3. Trois étonnants détails anthropomorphes
Alors que certains paysages de la fin de la Renaissance offrent une double lecture radicale, permettant de voir à la fois un visage ou un corps humain derrière la représentation d’un paysage, il nous semble intéressant de faire l’hypothèse que Gaspard Dughet s’est amusé ici à glisser quelques détails qui pris isolément évoquent des figures humaines ou animales.
Nous donnerons ainsi trois exemples, en regardant attentivement un nuage, le tronc d’un arbre brisé et le haut d’une falaise.
Le nuage principal pourrait ainsi évoquer un visage christique ou celui d’un dieu de l’antiquité, Jupiter barbu et débonnaire.

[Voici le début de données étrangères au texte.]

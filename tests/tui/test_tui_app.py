"""The terminal UI driven through the real app and the Pilot at 80x24."""

from __future__ import annotations

import math

from tuihelpers import SIZE, canvas_text, settle, text_of

from trayadvisor.analysis.summary import field_summary
from trayadvisor.layoutfile.reader import read_layout
from trayadvisor.output import fmt_uT
from trayadvisor.tui import make_app
from trayadvisor.tui.logic.settings import TYPED_LIMIT
from trayadvisor.tui.screens.field import FieldScreen
from trayadvisor.tui.screens.help import CAUTIONS, HelpScreen
from trayadvisor.tui.screens.itemforms import CircuitForm, ConductorForm
from trayadvisor.tui.screens.section import SectionScreen
from trayadvisor.tui.widgets.canvas import SectionCanvas


async def test_demo_opens_with_drawing_list_and_readout() -> None:
    app = make_app()
    async with app.run_test(size=SIZE) as pilot:
        await settle(app, pilot)
        assert isinstance(app.screen, SectionScreen)
        assert app.document.label == "built-in demo" and not app.document.dirty
        drawing = canvas_text(app)
        assert "┌P1" in drawing and "┘" in drawing          # the demo's power tray
        assert "A1" in drawing                              # circuit A, phase L1
        items = app.screen.query_one("#items")
        assert items.option_count == len(app.document.layout.conductors) + len(
            app.document.layout.circuits) + len(app.document.layout.trays)
        d = app.settings.distance_mm
        want = field_summary(app.document.layout, distance_mm=d).max_resultant_uT
        assert fmt_uT(want) in text_of(app, "#readout")
        assert "layout valid" in text_of(app, "#status") or "Caution" in text_of(app, "#status")


async def test_moving_a_conductor_updates_the_readout_to_the_engine_value() -> None:
    app = make_app()
    async with app.run_test(size=SIZE) as pilot:
        await settle(app, pilot)
        layout0 = app.document.layout
        name = app.document.selected
        before = app.summary.max_resultant_uT
        for _ in range(3):
            await pilot.press("right")                      # fine step: 5 mm each
        await settle(app, pilot)
        lay = app.document.layout
        i = lay.conductor_index(name)
        assert math.isclose(lay.conductors[i].x_mm, layout0.conductors[i].x_mm + 15.0)
        d = app.settings.distance_mm
        # The figure on show is what the engine gives for the app's current model.
        assert app.summary.max_resultant_uT == field_summary(lay, distance_mm=d).max_resultant_uT
        assert app.summary.max_at_mm == field_summary(lay, distance_mm=d).max_at_mm
        assert app.summary.max_resultant_uT != before
        want = field_summary(lay, distance_mm=d).max_resultant_uT
        assert fmt_uT(want) in text_of(app, "#readout")
        assert not app.results_pending()
        # shift+arrow moves by one diameter
        await pilot.press("shift+up")
        await settle(app, pilot)
        c = app.document.layout.conductors[i]
        assert math.isclose(c.y_mm, layout0.conductors[i].y_mm + c.diameter_mm)


async def test_field_view_shows_map_contour_and_readouts_in_step() -> None:
    app = make_app()
    async with app.run_test(size=SIZE) as pilot:
        await pilot.press("2")
        await settle(app, pilot)
        view = app.screen
        assert isinstance(view, FieldScreen) and view.map_current
        assert "·" in canvas_text(app) and "×" in canvas_text(app)
        await pilot.press("left", "left")
        await settle(app, pilot)
        assert view.map_current                             # map redone for the new model
        lay, d = app.document.layout, app.settings.distance_mm
        s = field_summary(lay, distance_mm=d)
        shown = text_of(app, "#readout")
        assert fmt_uT(s.max_resultant_uT) in shown
        assert f"x {s.max_at_mm[0]:.0f}, y {s.max_at_mm[1]:.0f}" in shown
        lim = app.chosen_limit()
        fig = field_summary(lay, distance_mm=d, limits=[lim]).limits[-1]
        assert ("PASS" if fig.passes else "FAIL") in shown
        assert app.figure_for(lim).clearance_mm == fig.clearance_mm
        await pilot.press("m")                              # shade map: glyphs and digits
        await settle(app, pilot)
        assert app.settings.map_style == "shade"
        assert any(g in canvas_text(app) for g in "░▒▓█")
        assert "iso 1=" in text_of(app, "#legend")


async def test_edit_through_the_form_then_undo_and_redo() -> None:
    app = make_app()
    async with app.run_test(size=SIZE) as pilot:
        await settle(app, pilot)
        name = app.document.selected
        i = app.document.layout.conductor_index(name)
        old = app.document.layout.conductors[i].diameter_mm
        await pilot.press("e")
        form = app.screen
        assert isinstance(form, ConductorForm)
        dia = form.query_one("#dia")
        dia.value = "-3"
        dia.focus()
        await pilot.press("enter")
        assert app.screen is form                           # refused, with the reason
        assert "diameter" in text_of(app, "#form-error")
        dia.value = "31.5"
        await pilot.press("enter")
        await settle(app, pilot)
        assert isinstance(app.screen, SectionScreen)
        assert app.document.layout.conductors[i].diameter_mm == 31.5
        assert app.document.dirty
        await pilot.press("u")
        await settle(app, pilot)
        assert app.document.layout.conductors[i].diameter_mm == old
        assert not app.document.dirty
        assert "undone" in text_of(app, "#status")
        await pilot.press("ctrl+r")
        await settle(app, pilot)
        assert app.document.layout.conductors[i].diameter_mm == 31.5


async def test_add_copy_delete_keep_list_and_drawing_in_step() -> None:
    app = make_app()
    async with app.run_test(size=SIZE) as pilot:
        await settle(app, pilot)
        n0 = len(app.document.layout.conductors)
        await pilot.press("c")                              # copy the selection
        await settle(app, pilot)
        lay = app.document.layout
        assert len(lay.conductors) == n0 + 1
        assert app.document.selected in {c.name for c in lay.conductors}
        items = app.screen.query_one("#items")
        assert items.get_option_at_index(items.highlighted).id == f"k:{app.document.selected}"
        await pilot.press("x")                              # delete it again
        await settle(app, pilot)
        assert len(app.document.layout.conductors) == n0
        await pilot.press("a")                              # add through the form
        await pilot.press("enter")
        await settle(app, pilot)
        assert len(app.document.layout.conductors) == n0 + 1
        await pilot.press("right_square_bracket")           # selection walks the list
        await settle(app, pilot)
        sel = app.document.selected
        assert items.get_option_at_index(items.highlighted).id == f"k:{sel}"


async def test_help_lists_keys_and_cautions() -> None:
    app = make_app()
    async with app.run_test(size=SIZE) as pilot:
        await pilot.press("question_mark")
        assert isinstance(app.screen, HelpScreen)
        text = app.screen.text().plain
        # the full cautions, every paragraph (the help wraps lines, so compare words)
        assert " ".join(" ".join(CAUTIONS).split()) in " ".join(text.split())
        for bid in ("file.save", "edit.undo", "edit.add", "view.field", "app.quit"):
            assert f"[{bid}]" in text
        await pilot.press("escape")
        assert isinstance(app.screen, SectionScreen)


async def test_settings_change_distance_and_typed_limit() -> None:
    app = make_app(limit_uT=0.5)
    async with app.run_test(size=SIZE) as pilot:
        await settle(app, pilot)
        assert app.chosen_limit().name == TYPED_LIMIT and app.chosen_limit().value_uT == 0.5
        await pilot.press("d")
        field = app.screen.query_one("#distance")
        field.value = "800"
        field.focus()
        await pilot.press("enter")
        await settle(app, pilot)
        assert app.settings.distance_mm == 800.0
        want = field_summary(app.document.layout, distance_mm=800.0)
        assert app.summary.max_resultant_uT == want.max_resultant_uT
        assert "d 800 mm" in text_of(app, "#readout")


async def test_canvas_zoom_pan_fit() -> None:
    app = make_app()
    async with app.run_test(size=SIZE) as pilot:
        await settle(app, pilot)
        canvas = app.screen.query_one(SectionCanvas)
        s0 = canvas.viewport.mm_per_col
        await pilot.press("plus", "plus")
        assert math.isclose(canvas.viewport.mm_per_col, s0 / 2)
        cx = canvas.viewport.cx_mm
        await pilot.press("l")
        assert canvas.viewport.cx_mm > cx
        await pilot.press("0")
        assert math.isclose(canvas.viewport.mm_per_col, s0)


def test_read_back_is_the_same_file_the_cli_reads(demo_copy) -> None:
    """The app opens files with the same reader as `trayadvisor check`."""
    app = make_app(demo_copy)
    assert app.document.layout == read_layout(demo_copy)


async def test_list_picks_conductors_and_edits_a_circuit() -> None:
    app = make_app()
    async with app.run_test(size=SIZE) as pilot:
        await settle(app, pilot)
        await pilot.press("tab")                            # focus the list
        assert app.focused is app.screen.query_one("#items")
        await pilot.press("down")                           # next row: the next conductor
        await settle(app, pilot)
        assert app.document.selected == app.document.layout.conductors[1].name
        assert f"▸2 {app.document.selected}" in str(
            app.screen.query_one("#items").get_option(f"k:{app.document.selected}").prompt)
        await pilot.press("up", "up")                       # the circuit row
        await pilot.press("enter")
        form = app.screen
        assert isinstance(form, CircuitForm)
        form.query_one("#current").value = "700"
        form.query_one("#current").focus()
        await pilot.press("enter")
        await settle(app, pilot)
        assert app.document.layout.circuit("F1").current_a == 700.0
        await pilot.press("u")
        await settle(app, pilot)
        assert app.document.layout.circuit("F1").current_a == 630.0


async def test_conductors_moved_onto_each_other_name_them_instead_of_figures() -> None:
    # The sharing of two parallel conductors at one place has no solution: the status line
    # names them (one line) and no figure of that model is shown as if it were valid.
    app = make_app()
    async with app.run_test(size=SIZE) as pilot:
        await settle(app, pilot)
        for _ in range(6):
            await pilot.press("right")                      # F1-L1a onto F1-L2a, 30 mm on
        await settle(app, pilot)
        text, level = app.message
        assert level == "error" and "'F1-L1a'" in text and "'F1-L2a'" in text
        await pilot.press("left")                           # apart again: figures return
        await settle(app, pilot)
        want = field_summary(app.document.layout, distance_mm=app.settings.distance_mm)
        assert app.summary.max_resultant_uT == want.max_resultant_uT


async def test_screens_are_edited_through_the_circuit_and_conductor_forms() -> None:
    # The bonding first (a circuit may say how screens would be bonded before it has any),
    # then a screen on a conductor; a screen larger than the cable is flagged as a problem
    # of the layout (as an overlap is: the file cannot be saved until it is fixed).
    app = make_app()
    async with app.run_test(size=SIZE) as pilot:
        await settle(app, pilot)
        await pilot.press("tab", "up")                      # the circuit row of F1
        await pilot.press("enter")
        form = app.screen
        assert isinstance(form, CircuitForm)
        form.query_one("#bonding").value = "both-ends"
        form.query_one("#current").focus()
        await pilot.press("enter")
        await settle(app, pilot)
        assert app.document.layout.circuit("F1").screen_bonding == "both-ends"
        name = app.document.selected                        # the selected conductor
        await pilot.press("e")
        form = app.screen
        assert isinstance(form, ConductorForm)
        form.query_one("#screen-area").value = "25"
        form.query_one("#screen-dia").value = "40"          # wider than the 28 mm cable
        form.query_one("#screen-area").focus()
        await pilot.press("enter")
        await settle(app, pilot)
        assert any("not inside the cable" in m for m in app.problems)
        assert "problem" in text_of(app, "#status")
        await pilot.press("e")                              # the same conductor again
        form = app.screen
        assert isinstance(form, ConductorForm)
        form.query_one("#screen-dia").value = "24"
        form.query_one("#screen-area").focus()
        await pilot.press("enter")
        await settle(app, pilot)
        c = app.document.layout.conductors[app.document.layout.conductor_index(name)]
        assert (c.screen_area_mm2, c.screen_diameter_mm) == (25.0, 24.0)
        assert app.problems == []
        # Reference: the coupling figures of the edited layout, as `couple` computes them
        from trayadvisor.coupling import solve_sharing
        res = solve_sharing(app.document.layout)
        (screen,) = res.screens
        # one screen alone has nothing to return through (no earth return is modelled)
        assert screen.conductor == c.name and screen.current_a == 0.0
        assert any("one screened cable only in F1" in n for n in res.notes())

Le tronc cassé sur la droite (présenté ici après un pivôt de 90 degrés vers la gauche) évoquerait plutôt la caricature d’un vieillard, un personnage infernal, la barbe taillée en pointe. Et l’on peut enfin s’interroger sur une possible tête de chien sur la falaise au pied duquel serpente le chemin.

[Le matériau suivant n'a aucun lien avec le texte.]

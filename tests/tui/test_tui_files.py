"""Files and safety in the terminal UI: save, save as, reopen, prompts, bad files."""

from __future__ import annotations

import os
from pathlib import Path

import pytest
from tuihelpers import SIZE, settle, text_of, type_into

from trayadvisor.launcher import main
from trayadvisor.layoutfile.reader import LayoutError, read_layout
from trayadvisor.tui import make_app
from trayadvisor.tui.logic.document import Document
from trayadvisor.tui.screens.dialogs import (
    ConfirmDialog,
    MessageDialog,
    PathDialog,
    UnsavedDialog,
)
from trayadvisor.tui.screens.section import SectionScreen

BAD = 'format = "trayadvisor/1"\n\n[[tray]]\nname = "P1"\nx_mm = 0.0\nwidth_mm = 10\n'


async def test_save_then_reopen_gives_the_same_model(demo_copy: Path) -> None:
    app = make_app(demo_copy)
    async with app.run_test(size=SIZE) as pilot:
        await settle(app, pilot)
        await pilot.press("up", "up")                      # stays clear of its neighbours
        await settle(app, pilot)
        edited = app.document.layout
        assert app.document.dirty and "modified" in text_of(app, "#viewbar")
        await pilot.press("ctrl+s")
        await settle(app, pilot)
        assert not app.document.dirty and "modified" not in text_of(app, "#viewbar")
        assert read_layout(demo_copy) == edited
    app2 = make_app(demo_copy)
    async with app2.run_test(size=SIZE) as pilot:
        await settle(app2, pilot)
        assert app2.document.layout == edited


async def test_save_as_from_the_demo_and_open_it_again(tmp_path: Path,
                                                        monkeypatch: pytest.MonkeyPatch) -> None:
    monkeypatch.chdir(tmp_path)
    app = make_app()
    async with app.run_test(size=SIZE) as pilot:
        await settle(app, pilot)
        await pilot.press("up")
        await settle(app, pilot)
        await pilot.press("ctrl+s")                         # the demo has no path: save as
        assert isinstance(app.screen, PathDialog)
        await type_into(pilot, app, "#path", "mine.toml")
        await pilot.press("enter")
        await settle(app, pilot)
        saved = tmp_path / "mine.toml"
        assert read_layout(saved) == app.document.layout
        assert app.document.path == Path("mine.toml") and not app.document.dirty
        # Save as over an existing file asks first; "Keep" writes nothing.
        other = tmp_path / "other.toml"
        other.write_text("keep me", encoding="utf-8")
        await pilot.press("S")
        await type_into(pilot, app, "#path", "other.toml")
        await pilot.press("enter")
        assert isinstance(app.screen, ConfirmDialog)
        await pilot.press("n")
        assert other.read_text(encoding="utf-8") == "keep me"
        # Open the saved file through the dialog and compare models.
        await pilot.press("ctrl+o")
        await type_into(pilot, app, "#path", "mine.toml")
        await pilot.press("enter")
        await settle(app, pilot)
        assert app.document.layout == read_layout(saved)


async def test_quit_with_unsaved_edits_asks() -> None:
    app = make_app()
    async with app.run_test(size=SIZE) as pilot:
        await settle(app, pilot)
        await pilot.press("left")
        await settle(app, pilot)
        await pilot.press("ctrl+q")
        assert isinstance(app.screen, UnsavedDialog)
        await pilot.press("escape")                         # cancel: still editing
        assert isinstance(app.screen, SectionScreen) and app.is_running
        await pilot.press("ctrl+q")
        await pilot.press("d")                              # discard: quits
        await pilot.pause()
        assert not app.is_running


async def test_quit_without_edits_does_not_ask() -> None:
    app = make_app()
    async with app.run_test(size=SIZE) as pilot:
        await settle(app, pilot)
        await pilot.press("ctrl+q")
        await pilot.pause()
        assert not app.is_running


async def test_quit_save_choice_saves_then_quits(demo_copy: Path) -> None:
    app = make_app(demo_copy)
    async with app.run_test(size=SIZE) as pilot:
        await settle(app, pilot)
        await pilot.press("up")
        await settle(app, pilot)
        edited = app.document.layout
        await pilot.press("ctrl+q", "s")
        await pilot.pause()
        assert not app.is_running
    assert read_layout(demo_copy) == edited


async def test_a_bad_file_shows_an_error_and_the_app_stays(
        tmp_path: Path, monkeypatch: pytest.MonkeyPatch) -> None:
    monkeypatch.chdir(tmp_path)
    (tmp_path / "bad.toml").write_text(BAD, encoding="utf-8")
    app = make_app()
    async with app.run_test(size=SIZE) as pilot:
        await settle(app, pilot)
        before = app.document.layout
        await pilot.press("ctrl+o")
        await type_into(pilot, app, "#path", "bad.toml")
        await pilot.press("enter")
        await settle(app, pilot)
        assert isinstance(app.screen, MessageDialog)
        message = str(app.screen.query_one("#message").render())
        assert "bad.toml:" in message and "y_mm" in message  # FILE:LINE: what is missing
        await pilot.press("enter")
        assert isinstance(app.screen, SectionScreen) and app.is_running
        assert app.document.layout == before
        await pilot.press("ctrl+o")                         # a missing file: same
        await type_into(pilot, app, "#path", "nowhere.toml")
        await pilot.press("enter")
        assert isinstance(app.screen, MessageDialog)
        assert "no such file" in str(app.screen.query_one("#message").render())


async def test_opening_another_file_with_unsaved_edits_asks(
        demo_copy: Path, monkeypatch: pytest.MonkeyPatch) -> None:
    monkeypatch.chdir(demo_copy.parent)
    app = make_app()
    async with app.run_test(size=SIZE) as pilot:
        await settle(app, pilot)
        await pilot.press("right")
        await settle(app, pilot)
        edited = app.document.layout
        await pilot.press("ctrl+o")
        await type_into(pilot, app, "#path", demo_copy.name)
        await pilot.press("enter")
        assert isinstance(app.screen, UnsavedDialog)
        await pilot.press("c")                              # cancel keeps the edits
        assert app.document.layout == edited
        await pilot.press("ctrl+o")
        await type_into(pilot, app, "#path", demo_copy.name)
        await pilot.press("enter", "d")                     # discard opens the file
        await settle(app, pilot)
        assert app.document.path == Path(demo_copy.name) and not app.document.dirty
        assert app.document.layout == read_layout(demo_copy)


async def test_save_is_refused_while_the_layout_has_a_problem(demo_copy: Path) -> None:
    app = make_app(demo_copy)
    original = demo_copy.read_bytes()
    async with app.run_test(size=SIZE) as pilot:
        await settle(app, pilot)
        for _ in range(20):                                 # push the conductor out of its tray
            await pilot.press("shift+down")
        await settle(app, pilot)
        assert app.problems and "problem" in text_of(app, "#status")
        await pilot.press("ctrl+s")
        await settle(app, pilot)
        assert isinstance(app.screen, MessageDialog)
        assert demo_copy.read_bytes() == original           # nothing written
        assert app.document.dirty


async def test_a_new_file_starts_valid_and_grows_by_the_forms(tmp_path: Path) -> None:
    path = tmp_path / "new.toml"
    app = make_app(path)
    assert app.document.new and not path.exists()
    async with app.run_test(size=SIZE) as pilot:
        await settle(app, pilot)
        assert app.problems == [] and len(app.document.layout.trays) == 1
        await pilot.press("a")                              # no circuit yet: circuit form
        await pilot.press("enter")                          # accept the proposed circuit
        await pilot.pause()
        await pilot.press("enter")                          # then the proposed conductor
        await settle(app, pilot)
        lay = app.document.layout
        assert len(lay.circuits) == 1 and len(lay.conductors) == 1
        for _ in range(2):                                  # two more: L2, L3 proposed
            await pilot.press("a", "enter")
            await settle(app, pilot)
        assert sorted(c.phase for c in app.document.layout.conductors) == ["L1", "L2", "L3"]
        assert app.problems == []
        await pilot.press("ctrl+s")
        await settle(app, pilot)
    assert read_layout(path) == app.document.layout


def test_cli_edit_on_a_bad_file_is_one_clear_line(tmp_path: Path, capsys) -> None:
    bad = tmp_path / "bad.toml"
    bad.write_text(BAD, encoding="utf-8")
    assert main(["edit", str(bad)]) == 2
    err = capsys.readouterr().err.strip()
    assert err.startswith(f"{bad}:") and "Traceback" not in err and len(err.splitlines()) == 1
    with pytest.raises(LayoutError):
        make_app(bad)


def test_document_save_is_atomic_and_keeps_the_old_file_on_error(demo_copy: Path,
                                                                 monkeypatch) -> None:
    doc = Document.open(demo_copy)
    doc.apply(doc.layout.with_positions({"F1-L1a": (30.0, 19.0)}), "move")
    original = demo_copy.read_bytes()

    def boom(src, dst):
        raise OSError(28, "No space left on device")

    monkeypatch.setattr(os, "replace", boom)
    with pytest.raises(OSError):
        doc.save()
    assert demo_copy.read_bytes() == original
    assert [p.name for p in demo_copy.parent.iterdir() if p.name.endswith(".tmp")] == []
    assert doc.dirty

Ces éléments nous semblent avoir d’abord été introduits par le peintre pour pimenter la curiosité du spectateur et encourager les discussions au sein d’un cabinet d’amateur.
Nous aimerions toutefois suggérer une autre hypothèse de lecture, qui permettrait de donner au tableau une symbolique globale, celle d’une méditation sur le sens de la vie. Les trois joueurs d’osselet au centre du tableau pourraient ainsi symboliser les hasards de la vie, à travers la jeunesse (le personnage du centre), l’âge mur (sur la droite) et la vieillesse (sur la gauche). Alors que le renflement des pierres à l’extrême gauche évoque quelque urne funéraire, et donc la mort, la figure caricaturale cachée dans l’arbre évoquerait une face infernale. Mais les deux personnages au pied de la montagne nous indiquent qu’un passage sur l’autre rive est possible, au-delà de l’étendue d’eau située au milieu du tableau qui évoque le Styx ou l’Achéron, le fleuve qu’il nous faudra traverser après la mort. Ces deux personnages sont engagés sur un chemin dont le but est encore inconnu, caché par de hautes montagnes. La figure du chien intervient comme une défense symbolique de cet éden invisible vers lequel ils se dirigent, sous le regard d’un Dieu bienveillant qui domine la composition.
Le tableau est présenté dans un cadre italien néo-classique du début du dix-neuvième siècle avec lequel il a sans doute été acheté par un fonctionnaire Français basé à Rome au milieu du XIXème siècle (selon une étiquette très dégradée placée au dos du cadre).